BEGIN DATA RECORDS
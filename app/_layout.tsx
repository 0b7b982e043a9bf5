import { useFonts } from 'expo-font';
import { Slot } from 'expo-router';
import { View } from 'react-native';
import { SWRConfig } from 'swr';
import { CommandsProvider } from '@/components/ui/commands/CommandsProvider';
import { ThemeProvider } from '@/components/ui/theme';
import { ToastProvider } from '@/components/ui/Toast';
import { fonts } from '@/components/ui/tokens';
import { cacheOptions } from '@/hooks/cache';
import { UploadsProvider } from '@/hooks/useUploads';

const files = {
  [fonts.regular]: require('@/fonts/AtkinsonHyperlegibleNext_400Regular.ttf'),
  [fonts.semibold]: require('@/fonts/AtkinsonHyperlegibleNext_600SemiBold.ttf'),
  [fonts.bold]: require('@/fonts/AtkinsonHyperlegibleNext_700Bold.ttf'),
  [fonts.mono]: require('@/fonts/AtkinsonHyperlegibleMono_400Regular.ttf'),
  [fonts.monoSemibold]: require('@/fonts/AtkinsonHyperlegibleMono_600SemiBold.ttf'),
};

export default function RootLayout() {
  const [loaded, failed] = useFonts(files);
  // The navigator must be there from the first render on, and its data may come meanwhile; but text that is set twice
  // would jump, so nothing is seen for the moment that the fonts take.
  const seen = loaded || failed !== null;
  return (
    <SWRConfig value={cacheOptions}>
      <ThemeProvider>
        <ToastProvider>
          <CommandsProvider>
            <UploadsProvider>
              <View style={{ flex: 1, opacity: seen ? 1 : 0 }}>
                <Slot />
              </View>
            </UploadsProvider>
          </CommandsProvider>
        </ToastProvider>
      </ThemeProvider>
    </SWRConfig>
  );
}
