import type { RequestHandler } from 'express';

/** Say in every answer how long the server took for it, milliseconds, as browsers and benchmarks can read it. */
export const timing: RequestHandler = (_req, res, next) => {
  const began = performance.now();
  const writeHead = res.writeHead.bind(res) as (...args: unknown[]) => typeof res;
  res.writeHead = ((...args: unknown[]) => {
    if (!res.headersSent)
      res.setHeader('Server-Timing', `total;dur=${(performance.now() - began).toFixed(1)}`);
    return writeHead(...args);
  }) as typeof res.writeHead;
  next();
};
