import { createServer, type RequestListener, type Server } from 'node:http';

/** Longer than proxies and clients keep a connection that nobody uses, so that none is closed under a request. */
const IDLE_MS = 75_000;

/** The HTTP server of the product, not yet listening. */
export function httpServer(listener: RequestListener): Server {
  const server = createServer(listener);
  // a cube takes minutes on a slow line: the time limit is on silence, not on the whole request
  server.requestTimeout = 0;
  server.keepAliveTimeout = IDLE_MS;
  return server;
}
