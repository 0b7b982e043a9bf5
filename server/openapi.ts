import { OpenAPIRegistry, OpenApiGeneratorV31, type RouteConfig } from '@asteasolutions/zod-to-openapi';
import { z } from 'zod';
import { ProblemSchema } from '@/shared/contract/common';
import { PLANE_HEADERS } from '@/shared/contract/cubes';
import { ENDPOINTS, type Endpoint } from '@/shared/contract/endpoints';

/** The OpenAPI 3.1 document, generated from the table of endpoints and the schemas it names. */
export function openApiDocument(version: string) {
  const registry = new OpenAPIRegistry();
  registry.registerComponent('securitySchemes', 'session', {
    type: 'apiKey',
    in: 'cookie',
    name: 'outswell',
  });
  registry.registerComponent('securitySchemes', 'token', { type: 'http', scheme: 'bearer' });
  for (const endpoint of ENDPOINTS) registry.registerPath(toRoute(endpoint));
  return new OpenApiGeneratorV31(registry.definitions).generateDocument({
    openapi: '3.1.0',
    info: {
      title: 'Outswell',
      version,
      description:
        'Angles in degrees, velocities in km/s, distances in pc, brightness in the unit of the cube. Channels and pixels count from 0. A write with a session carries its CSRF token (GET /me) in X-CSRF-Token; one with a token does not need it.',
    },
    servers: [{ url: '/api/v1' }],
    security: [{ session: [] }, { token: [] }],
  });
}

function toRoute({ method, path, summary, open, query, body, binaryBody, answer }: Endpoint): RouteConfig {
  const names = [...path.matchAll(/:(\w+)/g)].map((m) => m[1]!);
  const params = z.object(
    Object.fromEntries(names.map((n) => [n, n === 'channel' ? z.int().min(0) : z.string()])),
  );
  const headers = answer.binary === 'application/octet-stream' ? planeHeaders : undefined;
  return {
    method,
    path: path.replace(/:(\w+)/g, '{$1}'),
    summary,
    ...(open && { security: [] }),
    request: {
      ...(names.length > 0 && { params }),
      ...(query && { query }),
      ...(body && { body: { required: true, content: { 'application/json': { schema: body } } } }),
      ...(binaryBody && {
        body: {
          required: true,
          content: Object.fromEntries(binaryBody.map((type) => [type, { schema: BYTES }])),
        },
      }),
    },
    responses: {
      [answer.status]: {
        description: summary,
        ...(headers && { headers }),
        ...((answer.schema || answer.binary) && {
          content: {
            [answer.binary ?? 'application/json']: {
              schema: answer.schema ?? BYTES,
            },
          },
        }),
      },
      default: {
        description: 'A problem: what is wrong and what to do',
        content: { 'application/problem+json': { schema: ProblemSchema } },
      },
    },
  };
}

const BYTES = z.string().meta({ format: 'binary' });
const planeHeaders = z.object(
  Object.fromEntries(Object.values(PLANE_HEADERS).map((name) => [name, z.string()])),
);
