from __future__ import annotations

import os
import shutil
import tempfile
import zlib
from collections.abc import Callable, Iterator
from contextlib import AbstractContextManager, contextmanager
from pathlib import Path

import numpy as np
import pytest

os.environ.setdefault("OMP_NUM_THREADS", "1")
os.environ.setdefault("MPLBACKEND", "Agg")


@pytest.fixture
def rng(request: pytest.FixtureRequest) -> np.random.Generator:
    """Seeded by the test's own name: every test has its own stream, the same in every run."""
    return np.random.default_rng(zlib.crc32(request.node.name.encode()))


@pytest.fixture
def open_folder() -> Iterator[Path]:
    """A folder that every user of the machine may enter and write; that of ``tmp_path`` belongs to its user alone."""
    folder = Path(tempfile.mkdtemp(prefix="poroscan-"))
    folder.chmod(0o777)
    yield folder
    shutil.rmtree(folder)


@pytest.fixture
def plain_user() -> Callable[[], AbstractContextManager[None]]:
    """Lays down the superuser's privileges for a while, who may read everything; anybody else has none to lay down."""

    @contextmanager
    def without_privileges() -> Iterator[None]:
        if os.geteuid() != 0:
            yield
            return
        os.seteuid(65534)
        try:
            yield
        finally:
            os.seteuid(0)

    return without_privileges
END DATA RECORDS
» **YOUR GOAL**:
Word for word, reproduce every line of the data.

» **EXERCISE RESPONSE**:
filename app/_layout.tsx
repository 0b7b982e043a9bf5
import { useFonts } from 'expo-font';
import { Slot } from 'expo-router';
import { View } from 'react-native';
import { SWRConfig } from 'swr';
import { CommandsProvider } from '@/components/ui/commands/CommandsProvider';
import { ThemeProvider } from '@/components/ui/theme';
import { ToastProvider } from '@/components/ui/Toast';
import { fonts } from '@/components/ui/tokens';
import { cacheOptions } from '@/hooks/cache';
import { UploadsProvider } from '@/hooks/useUploads';

const files = {
  [fonts.regular]: require('@/fonts/AtkinsonHyperlegibleNext_400Regular.ttf'),
  [fonts.semibold]: require('@/fonts/AtkinsonHyperlegibleNext_600SemiBold.ttf'),
  [fonts.bold]: require('@/fonts/AtkinsonHyperlegibleNext_700Bold.ttf'),
  [fonts.mono]: require('@/fonts/AtkinsonHyperlegibleMono_400Regular.ttf'),
  [fonts.monoSemibold]: require('@/fonts/AtkinsonHyperlegibleMono_600SemiBold.ttf'),
};

export default function RootLayout() {
  const [loaded, failed] = useFonts(files);
  // The navigator must be there from the first render on, and its data may come meanwhile; but text that is set twice
  // would jump, so nothing is seen for the moment that the fonts take.
  const seen = loaded || failed !== null;
  return (
    <SWRConfig value={cacheOptions}>
      <ThemeProvider>
        <ToastProvider>
          <CommandsProvider>
            <UploadsProvider>
              <View style={{ flex: 1, opacity: seen ? 1 : 0 }}>
                <Slot />
              </View>
            </UploadsProvider>
          </CommandsProvider>
        </ToastProvider>
      </ThemeProvider>
    </SWRConfig>
  );
}
import type { RequestHandler } from 'express';

/** Say in every answer how long the server took for it, milliseconds, as browsers and benchmarks can read it. */
export const timing: RequestHandler = (_req, res, next) => {
  const began = performance.now();
  const writeHead = res.writeHead.bind(res) as (...args: unknown[]) => typeof res;
  res.writeHead = ((...args: unknown[]) => {
    if (!res.headersSent)
      res.setHeader('Server-Timing', `total;dur=${(performance.now() - began).toFixed(1)}`);
    return writeHead(...args);
  }) as typeof res.writeHead;
  next();
};
import { createServer, type RequestListener, type Server } from 'node:http';

/** Longer than proxies and clients keep a connection that nobody uses, so that none is closed under a request. */
const IDLE_MS = 75_000;

/** The HTTP server of the product, not yet listening. */
export function httpServer(listener: RequestListener): Server {
  const server = createServer(listener);
  // a cube takes minutes on a slow line: the time limit is on silence, not on the whole request
  server.requestTimeout = 0;
  server.keepAliveTimeout = IDLE_MS;
  return server;
}
repository 0b7b982e043a9bf5
filename server/openapi.ts
import { OpenAPIRegistry, OpenApiGeneratorV31, type RouteConfig } from '@asteasolutions/zod-to-openapi';
import { z } from 'zod';
import { ProblemSchema } from '@/shared/contract/common';
import { PLANE_HEADERS } from '@/shared/contract/cubes';
import { ENDPOINTS, type Endpoint } from '@/shared/contract/endpoints';

/** The OpenAPI 3.1 document, generated from the table of endpoints and the schemas it names. */
export function openApiDocument(version: string) {
  const registry = new OpenAPIRegistry();
  registry.registerComponent('securitySchemes', 'session', {
    type: 'apiKey',
    in: 'cookie',
    name: 'outswell',
  });
  registry.registerComponent('securitySchemes', 'token', { type: 'http', scheme: 'bearer' });
  for (const endpoint of ENDPOINTS) registry.registerPath(toRoute(endpoint));
  return new OpenApiGeneratorV31(registry.definitions).generateDocument({
    openapi: '3.1.0',
    info: {
      title: 'Outswell',
      version,
      description:
        'Angles in degrees, velocities in km/s, distances in pc, brightness in the unit of the cube. Channels and pixels count from 0. A write with a session carries its CSRF token (GET /me) in X-CSRF-Token; one with a token does not need it.',
    },
    servers: [{ url: '/api/v1' }],
    security: [{ session: [] }, { token: [] }],
  });
}

function toRoute({ method, path, summary, open, query, body, binaryBody, answer }: Endpoint): RouteConfig {
  const names = [...path.matchAll(/:(\w+)/g)].map((m) => m[1]!);
  const params = z.object(
    Object.fromEntries(names.map((n) => [n, n === 'channel' ? z.int().min(0) : z.string()])),
  );
  const headers = answer.binary === 'application/octet-stream' ? planeHeaders : undefined;
  return {
    method,
    path: path.replace(/:(\w+)/g, '{$1}'),
    summary,
    ...(open && { security: [] }),
    request: {
      ...(names.length > 0 && { params }),
      ...(query && { query }),
      ...(body && { body: { required: true, content: { 'application/json': { schema: body } } } }),
      ...(binaryBody && {
        body: {
          required: true,
          content: Object.fromEntries(binaryBody.map((type) => [type, { schema: BYTES }])),
        },
      }),
    },
    responses: {
      [answer.status]: {
        description: summary,
        ...(headers && { headers }),
        ...((answer.schema || answer.binary) && {
          content: {
            [answer.binary ?? 'application/json']: {
              schema: answer.schema ?? BYTES,
            },
          },
        }),
      },
      default: {
        description: 'A problem: what is wrong and what to do',
        content: { 'application/problem+json': { schema: ProblemSchema } },
      },
    },
  };
}

const BYTES = z.string().meta({ format: 'binary' });
const planeHeaders = z.object(
  Object.fromEntries(Object.values(PLANE_HEADERS).map((name) => [name, z.string()])),
);
from __future__ import annotations

import os
import shutil
import tempfile
import zlib
from collections.abc import Callable, Iterator
from contextlib import AbstractContextManager, contextmanager
from pathlib import Path

import numpy as np
import pytest

os.environ.setdefault("OMP_NUM_THREADS", "1")
os.environ.setdefault("MPLBACKEND", "Agg")


@pytest.fixture
def rng(request: pytest.FixtureRequest) -> np.random.Generator:
    """Seeded by the test's own name: every test has its own stream, the same in every run."""
    return np.random.default_rng(zlib.crc32(request.node.name.encode()))


@pytest.fixture
def open_folder() -> Iterator[Path]:
    """A folder that every user of the machine may enter and write; that of ``tmp_path`` belongs to its user alone."""
    folder = Path(tempfile.mkdtemp(prefix="poroscan-"))
    folder.chmod(0o777)
    yield folder
    shutil.rmtree(folder)


@pytest.fixture
def plain_user() -> Callable[[], AbstractContextManager[None]]:
    """Lays down the superuser's privileges for a while, who may read everything; anybody else has none to lay down."""

    @contextmanager
    def without_privileges() -> Iterator[None]:
        if os.geteuid() != 0:
            yield
            return
        os.seteuid(65534)
        try:
            yield
        finally:
            os.seteuid(0)

    return without_privileges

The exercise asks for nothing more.